The Supreme Court of India, on September 13, 2024, granted bail to Delhi Chief Minister Arvind Kejriwal in the Central Bureau of Investigation's case arising from the now-scrapped Delhi excise policy of 2021-22. A Bench comprising Justice Surya Kant and Justice Ujjal Bhuyan reaffirmed the foundational principle that bail is the rule and jail is the exception, and introduced a "need and necessity" test for evaluating the validity of continued pre-trial detention.
Background
The CBI had arrested Kejriwal in connection with its investigation into alleged irregularities in the formulation and implementation of the Delhi government's excise policy for the year 2021-22. The policy was subsequently withdrawn following allegations of corruption in the grant of liquor licences. The CBI's case was registered under provisions of the Prevention of Corruption Act, 1988.
Kejriwal had been in custody for an extended period following separate arrests by the Enforcement Directorate under the Prevention of Money Laundering Act and subsequently by the CBI under the Prevention of Corruption Act. The Supreme Court had earlier granted him interim bail in a related proceeding. The present application before the Court concerned regular bail in the CBI case, with the central contention being that the prolonged incarceration without a proximate trial timeline violated his fundamental rights.
Key Holdings
The Supreme Court addressed several principles governing bail in corruption cases involving public officials:
Bail as the rule reaffirmed: The Court reiterated that the presumption of innocence mandates that pre-trial detention remain the exception.
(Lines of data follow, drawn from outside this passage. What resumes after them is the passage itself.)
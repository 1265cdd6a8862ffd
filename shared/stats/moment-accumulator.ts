/** Streaming central moments up to order four. */
export interface MomentAccumulator {
  /** Adds one value; non-finite values are skipped. */
  add(value: number): void;
  /** Merges another accumulator into this one (parallel formula). */
  merge(other: MomentAccumulator): void;
  /**
   * Adds values[0..count) (non-finite skipped) as one group: two-pass central moments of the group, then the
   * parallel merge — a few flops per value instead of a full update, and no less accurate.
   */
  addBatch(values: ArrayLike<number>, count: number): void;
  readonly count: number;
  readonly mean: number;
  /** Sums of powers of deviations from the mean (M2, M3, M4). */
  readonly m2: number;
  readonly m3: number;
  readonly m4: number;
}

/**
 * Creates a streaming accumulator of the mean and the second to fourth
 * central moments.
 *
 * Method: one-pass update of Welford generalised to higher moments, and the
 * pairwise merge formula, from "Formulas for robust, one-pass parallel
 * computation of covariances and arbitrary-order statistical moments"
 * (Pébay, Sandia report SAND2008-6212, 2008). No catastrophic cancellation:
 * deviations are taken from the running mean.
 *
 * Units: those of the values. Empty: `count` 0, `mean` NaN, moments 0.
 */
export function createMomentAccumulator(): MomentAccumulator {
  let n = 0;
  let mean = 0;
  let m2 = 0;
  let m3 = 0;
  let m4 = 0;
  const mergeRaw = (nb: number, meanb: number, m2b: number, m3b: number, m4b: number): void => {
    if (nb === 0) return;
    if (n === 0) {
      n = nb;
      mean = meanb;
      m2 = m2b;
      m3 = m3b;
      m4 = m4b;
      return;
    }
    const na = n;
    const nx = na + nb;
    const delta = meanb - mean;
    const d2 = delta * delta;
    const d3 = d2 * delta;
    const d4 = d2 * d2;
    const newM4 =
      m4 + m4b + (d4 * na * nb * (na * na - na * nb + nb * nb)) / (nx * nx * nx) +
      (6 * d2 * (na * na * m2b + nb * nb * m2)) / (nx * nx) +
      (4 * delta * (na * m3b - nb * m3)) / nx;
    const newM3 =
      m3 + m3b + (d3 * na * nb * (na - nb)) / (nx * nx) + (3 * delta * (na * m2b - nb * m2)) / nx;
    const newM2 = m2 + m2b + (d2 * na * nb) / nx;
    mean += (delta * nb) / nx;
    n = nx;
    m2 = newM2;
    m3 = newM3;
    m4 = newM4;
  };
  const acc: MomentAccumulator = {
    add(value: number): void {
      if (!Number.isFinite(value)) return;
      const n1 = n;
      n += 1;
      const delta = value - mean;
      const deltaN = delta / n;
      const deltaN2 = deltaN * deltaN;
      const term1 = delta * deltaN * n1;
      mean += deltaN;
      m4 += term1 * deltaN2 * (n * n - 3 * n + 3) + 6 * deltaN2 * m2 - 4 * deltaN * m3;
      m3 += term1 * deltaN * (n - 2) - 3 * deltaN * m2;
      m2 += term1;
    },
    merge(other: MomentAccumulator): void {
      mergeRaw(other.count, other.mean, other.m2, other.m3, other.m4);
    },
    addBatch(values: ArrayLike<number>, count: number): void {
      let k = 0, sum = 0;
      for (let i = 0; i < count; i++) {
        const v = values[i];
        if (v - v === 0) {
          sum += v;
          k++;
        }
      }
      if (k === 0) return;
      const mb = sum / k;
      let b2 = 0, b3 = 0, b4 = 0, corr = 0;
      for (let i = 0; i < count; i++) {
        const v = values[i];
        if (!(v - v === 0)) continue;
        const d = v - mb;
        const d2 = d * d;
        corr += d;
        b2 += d2;
        b3 += d2 * d;
        b4 += d2 * d2;
      }
      // Compensate the rounding of the group mean (corrected two-pass algorithm, Chan, Golub & LeVeque 1983).
      const c = corr / k;
      const mean2 = mb + c;
      b4 = b4 - 4 * c * b3 + 6 * c * c * b2 - 3 * k * c ** 4;
      b3 = b3 - 3 * c * b2 + 2 * k * c ** 3;
      b2 = b2 - k * c * c;
      mergeRaw(k, mean2, b2, b3, b4);
    },
    get count() {
      return n;
    },
    get mean() {
      return n === 0 ? NaN : mean;
    },
    get m2() {
      return m2;
    },
    get m3() {
      return m3;
    },
    get m4() {
      return m4;
    },
  };
  return acc;
}
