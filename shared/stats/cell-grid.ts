import type { FrameView } from './types';

/** Points of one frame sorted into cubic cells (counting sort). */
export interface CellGrid {
  cellSize: number;
  dims: 2 | 3;
  /** Cells per axis. */
  nx: number;
  ny: number;
  nz: number;
  minX: number;
  minY: number;
  minZ: number;
  /** cellStart[c] .. cellStart[c+1] index into `items` for cell c. */
  cellStart: Int32Array;
  /** Point indices grouped by cell. */
  items: Int32Array;
  /** Cell index of each point, −1 for points with non-finite coordinates. */
  cellOf: Int32Array;
}

/**
 * Builds a uniform cell list over the finite points of a frame.
 *
 * Method: cell list with counting sort ("Computer simulation of liquids",
 * Allen & Tildesley, 1987) [common practice]. `cellSize` is raised when
 * needed so the grid has at most `maxCells` cells (outliers cannot make it
 * explode). Units: metres. Empty frame: a 1-cell grid with no items.
 */
export function buildCellGrid(frame: FrameView, cellSize: number, maxCells = 4 * frame.count + 64): CellGrid {
  const { count, dims, x, y, z } = frame;
  let minX = Infinity, minY = Infinity, minZ = Infinity;
  let maxX = -Infinity, maxY = -Infinity, maxZ = -Infinity;
  for (let i = 0; i < count; i++) {
    const zi = dims === 3 ? z[i] : 0;
    if (!Number.isFinite(x[i]) || !Number.isFinite(y[i]) || !Number.isFinite(zi)) continue;
    if (x[i] < minX) minX = x[i];
    if (x[i] > maxX) maxX = x[i];
    if (y[i] < minY) minY = y[i];
    if (y[i] > maxY) maxY = y[i];
    if (zi < minZ) minZ = zi;
    if (zi > maxZ) maxZ = zi;
  }
  if (minX === Infinity) {
    minX = minY = minZ = 0;
    maxX = maxY = maxZ = 0;
  }
  let h = cellSize > 0 && Number.isFinite(cellSize) ? cellSize : 1;
  const ex = maxX - minX, ey = maxY - minY, ez = dims === 3 ? maxZ - minZ : 0;
  const cellsFor = (s: number) => (Math.floor(ex / s) + 1) * (Math.floor(ey / s) + 1) * (Math.floor(ez / s) + 1);
  while (cellsFor(h) > maxCells) h *= 1.5;
  const nx = Math.floor(ex / h) + 1;
  const ny = Math.floor(ey / h) + 1;
  const nz = Math.floor(ez / h) + 1;
  const cellOf = new Int32Array(count);
  const cellStart = new Int32Array(nx * ny * nz + 1);
  for (let i = 0; i < count; i++) {
    const zi = dims === 3 ? z[i] : 0;
    if (!Number.isFinite(x[i]) || !Number.isFinite(y[i]) || !Number.isFinite(zi)) {
      cellOf[i] = -1;
      continue;
    }
    const cx = Math.min(nx - 1, Math.floor((x[i] - minX) / h));
    const cy = Math.min(ny - 1, Math.floor((y[i] - minY) / h));
    const cz = Math.min(nz - 1, Math.floor((zi - minZ) / h));
    const c = (cz * ny + cy) * nx + cx;
    cellOf[i] = c;
    cellStart[c + 1]++;
  }
  for (let c = 0; c < nx * ny * nz; c++) cellStart[c + 1] += cellStart[c];
  const fill = cellStart.slice(0, nx * ny * nz);
  const items = new Int32Array(cellStart[nx * ny * nz]);
  for (let i = 0; i < count; i++) if (cellOf[i] >= 0) items[fill[cellOf[i]]++] = i;
  return { cellSize: h, dims, nx, ny, nz, minX, minY, minZ: dims === 3 ? minZ : 0, cellStart, items, cellOf };
}
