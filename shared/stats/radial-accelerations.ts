import { centroid } from './centroid';
import type { FrameView, Vec3 } from './types';

/**
 * Distance from the centroid and radial acceleration
 * a_r = a_i·(r_i − r_c)/|r_i − r_c| of every individual of one frame.
 *
 * Method: SCIENCE.md "Effective spring constant"; as in "Emergent dynamics
 * of laboratory insect swarms" (Scientific Reports 3, 2013). Units: metres
 * and m/s². Individuals without a finite acceleration or at the centroid get
 * NaN. Empty frame: empty arrays.
 */
export function radialAccelerations(
  frame: FrameView,
  centre: Vec3 = centroid(frame),
): { distance: Float64Array; radialAcceleration: Float64Array } {
  const { count, dims, x, y, z, ax, ay, az } = frame;
  const distance = new Float64Array(count);
  const radialAcceleration = new Float64Array(count).fill(NaN);
  for (let i = 0; i < count; i++) {
    const dx = x[i] - centre.x, dy = y[i] - centre.y, dz = dims === 3 ? z[i] - centre.z : 0;
    const r = Math.sqrt(dx * dx + dy * dy + dz * dz);
    distance[i] = r;
    if (!ax || !ay || !(r > 0)) continue;
    const azi = dims === 3 ? (az ? az[i] : NaN) : 0;
    radialAcceleration[i] = (ax[i] * dx + ay[i] * dy + azi * dz) / r;
  }
  return { distance, radialAcceleration };
}
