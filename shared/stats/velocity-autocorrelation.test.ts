import { describe, expect, it } from 'vitest';
import { createSeededRandom } from '../engine/seeded-random';
import { correlationTimes } from './correlation-times';
import { createAutocorrelationAccumulator, velocityAutocorrelation } from './velocity-autocorrelation';

function ouTracks(tracks: number, frames: number, T: number, seed: number) {
  // Exact OU update: v ← v·e^(−Δ/T) + σ·sqrt(1 − e^(−2Δ/T))·ξ ("On the theory of the Brownian motion", Uhlenbeck & Ornstein, Phys. Rev. 36, 1930).
  const rnd = createSeededRandom(seed);
  const c = Math.exp(-1 / T);
  const s = Math.sqrt(1 - c * c);
  return Array.from({ length: tracks }, () => {
    const vx = new Float64Array(frames), vy = new Float64Array(frames), vz = new Float64Array(frames);
    let a = rnd.normal(), b = rnd.normal(), d = rnd.normal();
    for (let i = 0; i < frames; i++) {
      vx[i] = a;
      vy[i] = b;
      vz[i] = d;
      a = a * c + s * rnd.normal();
      b = b * c + s * rnd.normal();
      d = d * c + s * rnd.normal();
    }
    return { vx, vy, vz };
  });
}

describe('velocityAutocorrelation(tracks, maxLag, originStride?)', () => {
  it('gives ρ(τ) = exp(−τ/T) for an Ornstein–Uhlenbeck velocity', () => {
    // Source: SCIENCE.md check value. 150 tracks × 400 frames, T = 8 frames: ~3.7k independent
    // stretches per component → SE ≈ 0.01; tolerance 0.05.
    const T = 8;
    const rho = velocityAutocorrelation(ouTracks(150, 400, T, 4), 30);
    expect(rho[0]).toBe(1);
    for (const lag of [1, 4, 8, 16, 24]) expect(Math.abs(rho[lag] - Math.exp(-lag / T))).toBeLessThan(0.05);
    const times = correlationTimes(rho, 0.01);
    expect(times.eFoldingTime).toBeCloseTo(0.08, 2);
  });
  it('agrees with every-origin estimates when origins are strided', () => {
    // Source: derived (a subset of origins estimates the same ρ); tolerance 0.06.
    const tracks = ouTracks(100, 300, 6, 5);
    const a = velocityAutocorrelation(tracks, 20, 1);
    const b = velocityAutocorrelation(tracks, 20, 7);
    for (let l = 0; l <= 20; l += 5) expect(Math.abs(a[l] - b[l])).toBeLessThan(0.06);
  });
  it('returns NaN for empty input and skips NaN samples', () => {
    expect(velocityAutocorrelation([], 3)[0]).toBeNaN();
    const rho = velocityAutocorrelation([{ vx: [1, NaN, 1], vy: [0, 0, 0] }], 2);
    expect(rho[0]).toBe(1);
    expect(rho[1]).toBeNaN();
    expect(rho[2]).toBe(1);
  });
  it('frees ring buffers of finished tracks (createAutocorrelationAccumulator)', () => {
    const acc = createAutocorrelationAccumulator(5);
    acc.add(1, 0, 1, 0, 0);
    acc.add(2, 10, 1, 0, 0);
    acc.evictBefore(5);
    expect(acc.activeTracks).toBe(1);
  });
});

describe('createAutocorrelationAccumulator(maxLag, originStride).addFrame(frame, track, vx, vy, vz, count)', () => {
  it('gives the same sums as add() row by row, with gaps and NaN samples', () => {
    // Source: derived (same estimator, summation reordered): pair counts exact, ρ within 1e-12.
    const tracks = ouTracks(12, 120, 5, 9);
    const a = createAutocorrelationAccumulator(17, 3), b = createAutocorrelationAccumulator(17, 3);
    for (let f = 0; f < 120; f++) {
      const ids: number[] = [], x: number[] = [], y: number[] = [], z: number[] = [];
      tracks.forEach((t, k) => {
        if ((f + k) % 23 === 0) return;
        const vx = (f * k) % 31 === 5 ? NaN : t.vx[f];
        a.add(k, f, vx, t.vy[f], t.vz[f]);
        ids.push(k), x.push(vx), y.push(t.vy[f]), z.push(t.vz[f]);
      });
      b.addFrame(f, ids, x, y, z, ids.length);
    }
    expect(Array.from(b.result().pairs)).toEqual(Array.from(a.result().pairs));
    const ra = a.result().rho, rb = b.result().rho;
    for (let l = 0; l < ra.length; l++) expect(Math.abs(rb[l] - ra[l])).toBeLessThan(1e-12);
  });
});

describe('correlationTimes(rho, lagStep)', () => {
  it('interpolates the first zero crossing of cos and the 1/e time of exp', () => {
    // Source: derived: cos(2πτ/P) first crosses zero at P/4; exp(−τ/T) reaches 1/e at T.
    const lag = 0.01;
    const cos = Float64Array.from({ length: 200 }, (_, i) => Math.cos((2 * Math.PI * i * lag) / 1.2));
    expect(correlationTimes(cos, lag).firstZeroCrossing).toBeCloseTo(0.3, 3);
    const ex = Float64Array.from({ length: 200 }, (_, i) => Math.exp((-i * lag) / 0.37));
    expect(correlationTimes(ex, lag).eFoldingTime).toBeCloseTo(0.37, 3);
    expect(correlationTimes(ex, lag).firstZeroCrossing).toBeNaN();
    expect(correlationTimes([], lag).eFoldingTime).toBeNaN();
  });
});

describe('createAutocorrelationAccumulator: windows, long gaps and reading the result early', () => {
  /** Reference: every pair (origin on the stride, later sample of the same track within maxLag), summed directly. */
  function direct(samples: Map<number, Map<number, [number, number, number]>>, maxLag: number, stride: number) {
    const sums = new Float64Array(maxLag + 1), pairs = new Float64Array(maxLag + 1);
    for (const track of samples.values())
      for (const [f, a] of track) {
        if (((f % stride) + stride) % stride !== 0) continue;
        for (let l = 0; l <= maxLag; l++) {
          const b = track.get(f + l);
          if (!b) continue;
          sums[l] += a[0] * b[0] + a[1] * b[1] + a[2] * b[2];
          pairs[l]++;
        }
      }
    return { rho: Array.from(sums, (s, l) => (pairs[l] > 0 ? s / pairs[l] / (sums[0] / pairs[0]) : NaN)), pairs: Array.from(pairs) };
  }

  it('agrees with the direct sum over pairs for tracks with short and long gaps, ends and restarts', () => {
    // Source: derived (the estimator's definition, summed pair by pair); gaps of 1 frame, of more than the
    // window (2 maxLag + 1 frames) and tracks ending early exercise every path of the windows.
    const rnd = createSeededRandom(77);
    const maxLag = 12, stride = 3;
    const acc = createAutocorrelationAccumulator(maxLag, stride);
    const samples = new Map<number, Map<number, [number, number, number]>>();
    const gapAt = (k: number, f: number) => (k === 1 && f >= 40 && f < 41) || (k === 2 && f >= 30 && f < 95) || (k === 3 && f > 70) || (k === 4 && f < 20);
    for (let f = 0; f < 200; f++) {
      const ids: number[] = [], x: number[] = [], y: number[] = [], z: number[] = [];
      for (let k = 0; k < 6; k++) {
        if (gapAt(k, f)) continue;
        const v: [number, number, number] = [rnd.normal(), rnd.normal(), rnd.normal()];
        if (!samples.has(k)) samples.set(k, new Map());
        samples.get(k)!.set(f, v);
        ids.push(k), x.push(v[0]), y.push(v[1]), z.push(v[2]);
      }
      acc.addFrame(f, ids, x, y, z, ids.length);
      if (f === 120) acc.evictBefore(100); // track 3 ended at frame 70: its ring is freed, its products kept
    }
    const ref = direct(samples, maxLag, stride);
    const got = acc.result();
    expect(Array.from(got.pairs)).toEqual(ref.pairs);
    for (let l = 0; l <= maxLag; l++) expect(Math.abs(got.rho[l] - ref.rho[l])).toBeLessThan(1e-12);
  });

  it('gives the same result when read twice, and goes on after an early read', () => {
    // Source: derived (result() adds the pending origins to copies, not to the running sums).
    const tracks = ouTracks(5, 90, 4, 12);
    const a = createAutocorrelationAccumulator(10, 2), b = createAutocorrelationAccumulator(10, 2);
    for (let f = 0; f < 90; f++)
      tracks.forEach((t, k) => {
        a.add(k, f, t.vx[f], t.vy[f], t.vz[f]);
        b.add(k, f, t.vx[f], t.vy[f], t.vz[f]);
        if (f === 45 && k === 4) b.result(); // read half way
      });
    expect(Array.from(a.result().pairs)).toEqual(Array.from(b.result().pairs));
    expect(Array.from(a.result().rho)).toEqual(Array.from(b.result().rho));
    expect(Array.from(a.result().rho)).toEqual(Array.from(a.result().rho));
  });
});
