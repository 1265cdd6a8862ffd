import * as ss from 'simple-statistics';
import { describe, expect, it } from 'vitest';
import { createSeededRandom } from '../engine/seeded-random';
import { powerLawFit } from './power-law-fit';

describe('powerLawFit(x, y, level?)', () => {
  const rnd = createSeededRandom(11);
  const x = Array.from({ length: 80 }, () => 5 + rnd.uniform() * 995);
  // y = 0.3·x^−0.62 with 10 % log-normal noise.
  const y = x.map((v) => 0.3 * v ** -0.62 * Math.exp(0.1 * rnd.normal()));

  it('recovers a known exponent from noisy synthetic points and its 95 % interval covers it', () => {
    // Source: synthetic data with exponent −0.62 and prefactor 0.3.
    const f = powerLawFit(x, y);
    expect(f.count).toBe(80);
    expect(f.exponent).toBeCloseTo(-0.62, 1);
    expect(f.exponentInterval[0]).toBeLessThan(-0.62);
    expect(f.exponentInterval[1]).toBeGreaterThan(-0.62);
    expect(f.prefactor).toBeGreaterThan(0.2);
    expect(f.prefactor).toBeLessThan(0.45);
  });
  it('matches simple-statistics linearRegression on the same log-log data', () => {
    // Source: simple-statistics 7.12 linearRegression / rSquared on (ln x, ln y).
    const pts = x.map((v, i) => [Math.log(v), Math.log(y[i])]);
    const ref = ss.linearRegression(pts);
    const f = powerLawFit(x, y);
    expect(f.exponent).toBeCloseTo(ref.m, 10);
    expect(Math.log(f.prefactor)).toBeCloseTo(ref.b, 10);
    expect(f.rSquared).toBeCloseTo(ss.rSquared(pts, ss.linearRegressionLine(ref)), 10);
  });
  it('uses the Student t quantile for the interval half-width', () => {
    // Source: t(0.975, 3) = 3.182446 (printed tables of Student's t).
    const f = powerLawFit([1, 2, 4, 8, 16], [1, 2.2, 3.7, 8.5, 15]);
    const half = (f.exponentInterval[1] - f.exponentInterval[0]) / 2;
    expect(half / f.exponentStandardError).toBeCloseTo(3.182446, 5);
  });
  it('is exact on a noise-free power law', () => {
    const f = powerLawFit([1, 10, 100], [2, 20, 200]);
    expect(f.exponent).toBeCloseTo(1, 12);
    expect(f.prefactor).toBeCloseTo(2, 12);
  });
  it('skips non-positive and non-finite points and gives NaN on too few points', () => {
    const f = powerLawFit([0, -1, NaN, 2, 4], [1, 1, 1, 3, 5]);
    expect(f.count).toBe(2);
    expect(Number.isNaN(f.exponentInterval[0])).toBe(true);
    const empty = powerLawFit([], []);
    expect(empty.count).toBe(0);
    expect(Number.isNaN(empty.exponent)).toBe(true);
  });
});
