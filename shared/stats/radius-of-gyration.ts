import { centroid } from './centroid';
import type { FrameView, Vec3 } from './types';

/**
 * Group size R = sqrt(mean |r_i − r_c|²), the RMS radius (radius of
 * gyration) about the frame's centroid.
 *
 * Method: deviations are taken from the centroid (two passes, no
 * cancellation) as in SCIENCE.md "Centroid and size"; definition as in
 * "Emergent dynamics of laboratory insect swarms" (Scientific Reports 3, 2013).
 * Units: metres. Individuals with non-finite coordinates are skipped.
 * Empty frame: NaN. One individual: 0.
 */
export function radiusOfGyration(frame: FrameView, centre: Vec3 = centroid(frame)): number {
  const { count, dims, x, y, z } = frame;
  let n = 0;
  let s = 0;
  for (let i = 0; i < count; i++) {
    const dx = x[i] - centre.x;
    const dy = y[i] - centre.y;
    const dz = dims === 3 ? z[i] - centre.z : 0;
    const d2 = dx * dx + dy * dy + dz * dz;
    if (!Number.isFinite(d2)) continue;
    n++;
    s += d2;
  }
  return n === 0 ? NaN : Math.sqrt(s / n);
}
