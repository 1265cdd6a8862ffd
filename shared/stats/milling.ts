import { centroid } from './centroid';
import type { FrameView, Vec3 } from './types';

/**
 * Milling (rotation) order parameter O_R = |Σ (r̂_ic × v̂_i)| / N of one frame,
 * with r̂_ic the unit vector from the centroid to individual i.
 *
 * Method: "Collective states, multistability and transitional behavior in
 * schooling fish" (Tunstrøm et al., PLoS Comput. Biol. 9, 2013). In 2D the
 * cross product is the scalar z-component. N counts individuals with a
 * finite non-zero velocity and a non-zero distance from the centroid.
 * Units: dimensionless, in [0, 1]. Empty frame or no velocities: NaN.
 */
export function milling(frame: FrameView, centre: Vec3 = centroid(frame)): number {
  const { count, dims, x, y, z, vx, vy, vz } = frame;
  if (!vx || !vy || (dims === 3 && !vz)) return NaN;
  let n = 0;
  let sx = 0;
  let sy = 0;
  let sz = 0;
  for (let i = 0; i < count; i++) {
    const rx = x[i] - centre.x;
    const ry = y[i] - centre.y;
    const rz = dims === 3 ? z[i] - centre.z : 0;
    const ux = vx[i];
    const uy = vy[i];
    const uz = dims === 3 ? vz![i] : 0;
    const rn = Math.sqrt(rx * rx + ry * ry + rz * rz);
    const un = Math.sqrt(ux * ux + uy * uy + uz * uz);
    if (!(rn > 0) || !(un > 0) || !Number.isFinite(rn) || !Number.isFinite(un)) continue;
    const k = 1 / (rn * un);
    n++;
    sx += (ry * uz - rz * uy) * k;
    sy += (rz * ux - rx * uz) * k;
    sz += (rx * uy - ry * ux) * k;
  }
  return n === 0 ? NaN : Math.sqrt(sx * sx + sy * sy + sz * sz) / n;
}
The burden lies on the prosecution to demonstrate compelling reasons for continued incarceration, not on the accused to justify release.
Need and necessity test: The Bench articulated a "need and necessity" framework for evaluating continued detention, requiring the prosecution to demonstrate that incarceration serves a specific investigative or trial-related purpose that cannot be achieved through conditions attached to bail.
Prolonged incarceration: The Court observed that where an accused has been in custody for an extended period and the trial is not likely to conclude in the near future, continued detention becomes punitive rather than preventive, offending the constitutional guarantee under Article 21.
Bail conditions: While granting bail, the Court imposed conditions including surrender of passport, prohibition on leaving the country without court permission, and a requirement to cooperate with the ongoing investigation. The accused was directed not to make any public comment on the merits of the case.
Implications for Practitioners
The "need and necessity" test articulated in this judgment provides criminal defence practitioners with a structured analytical framework for bail applications in high-profile corruption cases. Rather than engaging in an open-ended assessment of the gravity of the offence and the strength of the evidence, this test redirects the inquiry towards the practical justification for continued custody.
Practitioners representing accused persons in Prevention of Corruption Act cases should note the Court's emphasis on the temporal dimension of pre-trial detention. Where investigation is substantially complete and the charge sheet has been filed, arguments for continued custody become progressively weaker, and this judgment strengthens the basis for release.
For prosecution agencies, the judgment signals that the filing of a charge sheet is not sufficient to justify indefinite pre-trial detention. Prosecutors must be prepared to articulate specific, ongoing investigative needs or concrete flight and tampering risks that warrant continued incarceration. General assertions regarding the seriousness of the offence or the position held by the accused are unlikely to satisfy the Court's threshold after this ruling.